The best age to perform the surgery is still a matter open to discussion. In some studies, the age of patients at the time of surgery significantly influenced the graft survival [4, 22], whereas in others this correlation was not statistically significant [3, 17].

In our study, when we grouped patients by age, children older than 5 years have shown a statistically significant better graft outcome than younger ones. Similarly, Aasuri et al. [4], Hong et al. [22] and Lowe et al. [23] have shown a worse graft survival for children younger than 5 years. A more active immune system has long been suggested as the main reason for the increased rate of rejection observed in younger recipients [24]. Recently Scwartzkopff et al. [25] reported an animal model of keratoplasty that mimics the faster graft failure in children. They observed that CD161 + NK/NKT cells may be key players in corneal graft rejection in young patients, although additional developmental disorders generally represent poor prognostic

factors, suggesting an involvement of the innate immune system in this process [22]. Our findings confirm the main role of immunology in the higher graft failure rate observed in children since a preoperative disease condition seems not influence the failure rate of eyes younger than or equal to 5 years.

Then, in our opinion, the surgeons should always consider the risk-benefit profile of paediatric corneal transplantation before proceeding.

However, considering how the recipient age has affected the graft failure rate in our sample, it must be noted that patients younger than 5 years old were affected by congenital glaucoma or acquired diseases (different from keratoconus), whereas children older than 5 were mainly affected by keratoconus. The different prevalence of keratoconus, which usually provides better surgical results, could have introduced a selection bias, and overestimated the favorable outcome in younger patients.

In order to explore whether DALK procedure can provide advantages over PK surgery, we first analyzed the differences in the whole sample and then in two subgroups of patients of ≤5 and >5 years of age, respectively. DALK procedure have shown a better graft failure outcome in the first comparison but in both subgroup analyses no statistically significant differences were found between PK and DALK; nevertheless, in both subgroups the percentage of graft failure was reduced in patients treated with DALK procedure.

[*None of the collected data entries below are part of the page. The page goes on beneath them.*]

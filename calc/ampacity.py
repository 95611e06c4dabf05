"""Ampacity (current-carrying capacity) of insulated conductors, and the rules that judge a
circuit's conductor and its protection against it: NEC Table 310.16 with its ambient and
grouping factors, terminal temperatures and small-conductor limits, NEC Article 430 motor branch
figures, and IEC 60364-5-52 Annex B capacities with their correction and grouping factors.
Physics and published tables only; the calculators live in calc/calculators/.

Quantities follow the nomenclature page: current [A], temperature [°C], area [m²]. NEC rule
numbers are those of the 2020 and 2023 editions; the 2014 and 2017 editions number the same
tables 310.15(B)(16), 310.15(B)(2)(a) and 310.15(B)(3)(a).
"""

import bisect
from typing import NamedTuple

from calc import protection, units
from calc.errors import ParameterError

# ==== NEC: Table 310.16 and its factors ======================================================

# NEC Table 310.16 (2014/2017: Table 310.15(B)(16)): allowable ampacity [A] of insulated
# conductors rated up to 2000 V, not more than three current-carrying conductors in raceway,
# cable or earth, ambient 30 °C: (copper 60, 75, 90 °C, aluminium or copper-clad aluminium 60,
# 75, 90 °C); None where the table has no entry. Read, as reproduced in the NEC 2017 text
# (repository mjk83093/sil, NEC2017_Chapter_3.md) and in urdans/eecalcs ConductorProperties.java
# (NEC 2014): both agree in every cell from 14 AWG to 2000 kcmil. 18 and 16 AWG (90 °C column
# only) read in the 2017 text. The same in the 2020 and 2023 editions (from memory).
NEC_310_16 = {
    "18 AWG": (None, None, 14, None, None, None),
    "16 AWG": (None, None, 18, None, None, None),
    "14 AWG": (15, 20, 25, None, None, None),
    "12 AWG": (20, 25, 30, 15, 20, 25),
    "10 AWG": (30, 35, 40, 25, 30, 35),
    "8 AWG": (40, 50, 55, 35, 40, 45),
    "6 AWG": (55, 65, 75, 40, 50, 55),
    "4 AWG": (70, 85, 95, 55, 65, 75),
    "3 AWG": (85, 100, 115, 65, 75, 85),
    "2 AWG": (95, 115, 130, 75, 90, 100),
    "1 AWG": (110, 130, 145, 85, 100, 115),
    "1/0 AWG": (125, 150, 170, 100, 120, 135),
    "2/0 AWG": (145, 175, 195, 115, 135, 150),
    "3/0 AWG": (165, 200, 225, 130, 155, 175),
    "4/0 AWG": (195, 230, 260, 150, 180, 205),
    "250 kcmil": (215, 255, 290, 170, 205, 230),
    "300 kcmil": (240, 285, 320, 195, 230, 260),
    "350 kcmil": (260, 310, 350, 210, 250, 280),
    "400 kcmil": (280, 335, 380, 225, 270, 305),
    "500 kcmil": (320, 380, 430, 260, 310, 350),
    "600 kcmil": (350, 420, 475, 285, 340, 385),
    "700 kcmil": (385, 460, 520, 315, 375, 425),
    "750 kcmil": (400, 475, 535, 320, 385, 435),
    "800 kcmil": (410, 490, 555, 330, 395, 445),
    "900 kcmil": (435, 520, 585, 355, 425, 480),
    "1000 kcmil": (455, 545, 615, 375, 445, 500),
    "1250 kcmil": (495, 590, 665, 405, 485, 545),
    "1500 kcmil": (525, 625, 705, 435, 520, 585),
    "1750 kcmil": (545, 650, 735, 455, 545, 615),
    "2000 kcmil": (555, 665, 750, 470, 560, 630),
}
NEC_COLUMNS_C = (60, 75, 90)  # the temperature ratings of Table 310.16's columns [°C]
NEC_TABLE_AMBIENT_C = 30.0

In the analysis involving younger patients (≤5 years) the DALK group included only four cases, and this could have reduced the power of the statistical analysis, whereas in the >5 year subgroup the cases treated were 18 for PK and DALK with more comparable pre-operative clinical corneal conditions. Our data, therefore, suggest that DALK could also improve clinical outcomes and decrease the graft failure percentage [5] in child populations. However, the extensive corneal involvement, mainly observed in congenital diseases, does not recommend DALK as the usual “first surgical option” in paediatric keratoplasty to prevent deprivation deep amblyopia.

We decided to statistically evaluate the effect of age and surgery technique on graft failure, despite the analysis presenting some limitations and, consequently, suggesting a cautious interpretation of the results. Specifically, the diseases included in the compared groups were different and, thus, greater homogeneity of the pre-operative conditions should be required to obtain reliable results less affected by selection bias. Such limitations and the relatively brief follow-up, however, are the same limits of other similar studies due to the special features of paediatric patients [2, 3, 9].

In conclusion, our paper presents a large series of paediatric keratoplasties and might suggest the need for multicentre studies to improve surgical strategy, better management of risk factors to improve graft survival, and specific visual rehabilitation pathways to improve visual outcomes.